Private Limited Company vs Limited Liability Partnership


Choosing the right business structure is a critical decision for entrepreneurs and business owners. It can significantly impact the legal, financial, and operational aspects of a business. Two common business structures are the Private Limited Company (PLC) and the Limited Liability Partnership (LLP). In this article, we will explore the differences between these two structures, their formation processes, characteristics, benefits, and tax implications, helping you make an informed choice for your business.

Summarizes the key differences between PLCs and OPCs


Private Limited Company (PLC)

One Person Company (OPC)

Minimum number of members



Minimum number of directors



Transferability of shares

Freely transferable

Not freely transferable

Board meetings

At least 4 meetings in a year

Not required

Foreign shareholders


Not allowed

Raising funds from public issues


Not allowed

Compliance requirements

More stringent

Less stringent


Understanding Business Structures

Business structures define the legal framework within which a company operates. The choice of structure affects ownership, liability, management, and taxation. Selecting the appropriate structure is crucial because it can impact:

  • Legal Liability: Determines the extent to which personal assets are protected from business debts and legal issues.
  • Management: Defines how the company is managed, including decision-making processes.
  • Taxation: Impacts the company's tax obligations, affecting profitability.

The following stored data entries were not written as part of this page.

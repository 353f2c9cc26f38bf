"""The SWC text: reading, checking, writing, and the way from rows to a tree.

The format is the seven-column text of Cannon, Turner, Pyapali & Wheal 1998, J Neurosci Methods 84:49-54:
id, kind, x, y, z, radius, parent; µm; parent -1 at the root.
"""

from __future__ import annotations

import os
import tempfile
from collections.abc import Iterable
from os import PathLike
from pathlib import Path

import numpy as np

from morphology.findings import Finding, SwcError, rows_by_kind, subject, verb
from morphology.kinds import KIND_NAMES, kind_code, kind_name
from morphology.reading import bytes_of
from morphology.structure import has_ancestor, parents_first
from morphology.swc_text import decode, parse
from morphology.table import SwcTable
from morphology.tree import CellTree

__all__ = [
    "Finding",
    "SwcError",
    "SwcTable",
    "build_tree",
    "read_swc",
    "read_swc_text",
    "to_text",
    "write_swc",
]


def read_swc(source: str | PathLike[str] | bytes, name: str | None = None) -> SwcTable:
    """The rows of an SWC file, with all that is odd about them; bad content never raises.

    Args:
        source: a path, the bytes of a file, or its text (a string with a line end in it).
        name: what to call the cell; the file's name if not given.

    Raises:
        SwcError: there is no such file, or it cannot be opened.
    """
    if isinstance(source, bytes):
        return _table(source, name or "bytes")
    if isinstance(source, str) and ("\n" in source or "\r" in source):
        return read_swc_text(source, name or "text")
    path = Path(source)
    called = name or path.name
    try:
        data = bytes_of(path, pipes=True)
    except (OSError, ValueError) as error:
        reason = getattr(error, "strerror", None) or str(error)
        finding = Finding(
            "no-file",
            "error",
            None,
            f"the file cannot be opened ({reason})",
            "Check the path of the SWC file.",
        )
        raise SwcError([finding], name or str(source)) from None
    return _table(data, called)


def read_swc_text(text: str, name: str = "text") -> SwcTable:
    """As `read_swc`, from the text itself."""
    return _from_text(text, name, ())


def _table(data: bytes, name: str) -> SwcTable:
    text, findings = decode(data)
    return _from_text(text, name, tuple(findings))


def _from_text(text: str, name: str, findings: tuple[Finding, ...]) -> SwcTable:
    cells = parse(text)
    values = cells.values
    return SwcTable(
        ids=values[:, 0].astype(np.int64),
        kinds=values[:, 1].astype(np.int64),
        xyz_um=np.ascontiguousarray(values[:, 2:5]),
        radius_um=values[:, 5].copy(),
        parent_ids=values[:, 6].astype(np.int64),
        lines=cells.lines,
        name=name,
        text_findings=(*findings, *cells.findings),
        unread=cells.unread,
    )


def build_tree(
    table: SwcTable,
    omit: Iterable[str | int] = (),
    repairs: Iterable[str] = (),
    shrinkage: tuple[float, float] = (1.0, 1.0),
) -> tuple[CellTree, tuple[Finding, ...]]:
    """The tree of a table: named repairs in their order, then kinds left out, then living size.

    Args:
        omit: kinds to leave out, with all that hangs on them.
        repairs: names from `morphology.repair.REPAIRS`.
        shrinkage: factors (xy, z) by which measured lengths are multiplied; radii stay.

    Returns:
        The tree, parents first and else in the order of the file, and all findings.

    Raises:
        SwcError: errors remain, or an argument is wrong.
    """
    from morphology.repair import apply_repairs

    if not len(table):
        raise SwcError(table.findings, table.name)
    codes, (xy, z) = _omitted_codes(omit, table.name), _factors(shrinkage, table.name)
    table, done = apply_repairs(table, repairs)
    if codes:
        table, left_out = _without(table, codes)
        done += left_out
    if (xy, z) != (1.0, 1.0):
        table = table.take(np.arange(len(table)))
        table.xyz_um[:] *= (xy, xy, z)
        done.append(
            Finding(
                "shrinkage",
                "note",
                None,
                f"x and y were multiplied by {xy:g}, z by {z:g}",
                "Nothing to do: the scenario asks for it.",
            )
        )
    findings = (*table.findings, *done)
    if not table.usable:
        raise SwcError(findings, table.name)
    order = parents_first(table.parent)
    rank = np.empty(len(order), dtype=np.int64)
    rank[order] = np.arange(len(order))
    above = table.parent[order]
    tree = CellTree(
        ids=table.ids[order],
        kinds=table.kinds[order],
        xyz_um=table.xyz_um[order],
        radius_um=table.radius_um[order],
        parent=np.where(above >= 0, rank[above], -1),
        name=table.name,
    )
    return tree, findings


def _refused(name: str, code: str, message: str, remedy: str) -> SwcError:
    return SwcError([Finding(code, "error", None, message, remedy)], name)


def _omitted_codes(omit: Iterable[str | int], name: str) -> list[int]:
    try:
        return sorted({kind_code(k) for k in ([omit] if isinstance(omit, str) else omit)})
    except (ValueError, TypeError) as error:
        known = ", ".join(f'"{word}"' for word in KIND_NAMES.values())
        raise _refused(name, "unknown-omit", f"omit: {error}", f"Use {known} or the number of a kind.") from None


def _factors(shrinkage: tuple[float, float], name: str) -> tuple[float, float]:
    factors = tuple(float(f) for f in shrinkage)
    if len(factors) != 2 or not all(np.isfinite(f) and f > 0 for f in factors):
        raise _refused(
            name,
            "bad-shrinkage",
            f"shrinkage: found {list(factors)}",
            "Give two positive numbers, for xy and for z.",
        )
    return factors[0], factors[1]


def _without(table: SwcTable, codes: list[int]) -> tuple[SwcTable, list[Finding]]:
    """The table without these kinds and without all that hangs on them."""
    gone = np.isin(table.kinds, codes)
    named = ", ".join(kind_name(c) for c in codes)
    at_top = table.roots[gone[table.roots]]
    if at_top.size and (len(at_top) == len(table.roots)):
        root = at_top[0]
        message = f"the root (id {table.ids[root]}) is of a kind that is to be left out ({named})"
        finding = Finding(
            "root-omitted",
            "error",
            int(table.lines[root]),
            message,
            "Leave this kind in, or give the root its right kind.",
        )
        raise SwcError((finding, *table.findings), table.name)
    below = has_ancestor(table.parent, gone)
    findings = []
    lost = np.flatnonzero(below & ~gone)
    if lost.size:
        length = np.nansum(table.edge_length_um[lost])
        message = (
            f"{rows_by_kind(table.kinds[lost])} ({length:.4g} µm) {verb(len(lost), 'hang', 'hangs')} "
            f"on what is left out ({named}) and {verb(len(lost), 'go', 'goes')} with it {table.named(lost)}"
        )
        findings.append(
            Finding(
                "kept-kind-left-out",
                "warning",
                int(table.lines[lost].min()),
                message,
                "Correct the kinds, or leave less out.",
            )
        )
    message = f"{subject(int(gone.sum()), 'were', 'was')} left out by kind ({named})"
    findings.append(Finding("left-out", "note", None, message, "Nothing to do: the scenario asks for it."))
    return table.take(~below), findings


def to_text(tree: CellTree) -> str:
    """The tree as standard SWC text: ids kept, every number in full so that it reads back equal."""
    title = "".join(c if c.isprintable() else " " for c in tree.name)
    parent_ids = np.where(tree.parent >= 0, tree.ids[tree.parent], -1)
    columns = zip(
        tree.ids.tolist(),
        tree.kinds.tolist(),
        tree.xyz_um.tolist(),
        tree.radius_um.tolist(),
        parent_ids.tolist(),
        strict=True,
    )
    rows = [f"{i} {k} {x!r} {y!r} {z!r} {r!r} {p}" for i, k, (x, y, z), r, p in columns]
    return "\n".join(
        [
            f"# {title}" if title else "# reconstruction",
            "# id kind x y z radius parent (lengths in um)",
            *rows,
            "",
        ]
    )


def write_swc(tree: CellTree, path: str | PathLike[str]) -> None:
    """Write the tree to a file in one go: a temporary name first, then the real one.

    Raises:
        OSError: the folder is missing or cannot be written to.
    """
    target = Path(path)
    handle, temporary = tempfile.mkstemp(dir=target.parent, prefix=target.name, suffix=".part")
    try:
        with os.fdopen(handle, "w", encoding="utf-8", newline="\n") as stream:
            stream.write(to_text(tree))
        os.chmod(temporary, 0o644)
        os.replace(temporary, target)
    except BaseException:
        os.unlink(temporary)
        raise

Private Limited Company Explained

Define Private Limited Company Private Limited Company 

A Private Limited Company is a legal entity separate from its owners (shareholders) with limited liability. It is formed and registered under the Companies Act and is a popular choice among startups and small to medium-sized enterprises.

Formation and Registration Process

  • Choose a unique name for the company and check its availability.
  • Register the company with the Registrar of Companies (RoC).
  • Obtain a certificate of incorporation and a unique Corporate Identification Number (CIN).

Characteristics and Benefits of a Private Limited Company

1. Limited Liability

Shareholders' personal assets are protected; their liability is limited to the amount invested in the company.

2. Separate Legal Entity

The company is distinct from its members, enabling it to own assets, incur debts, and enter into contracts.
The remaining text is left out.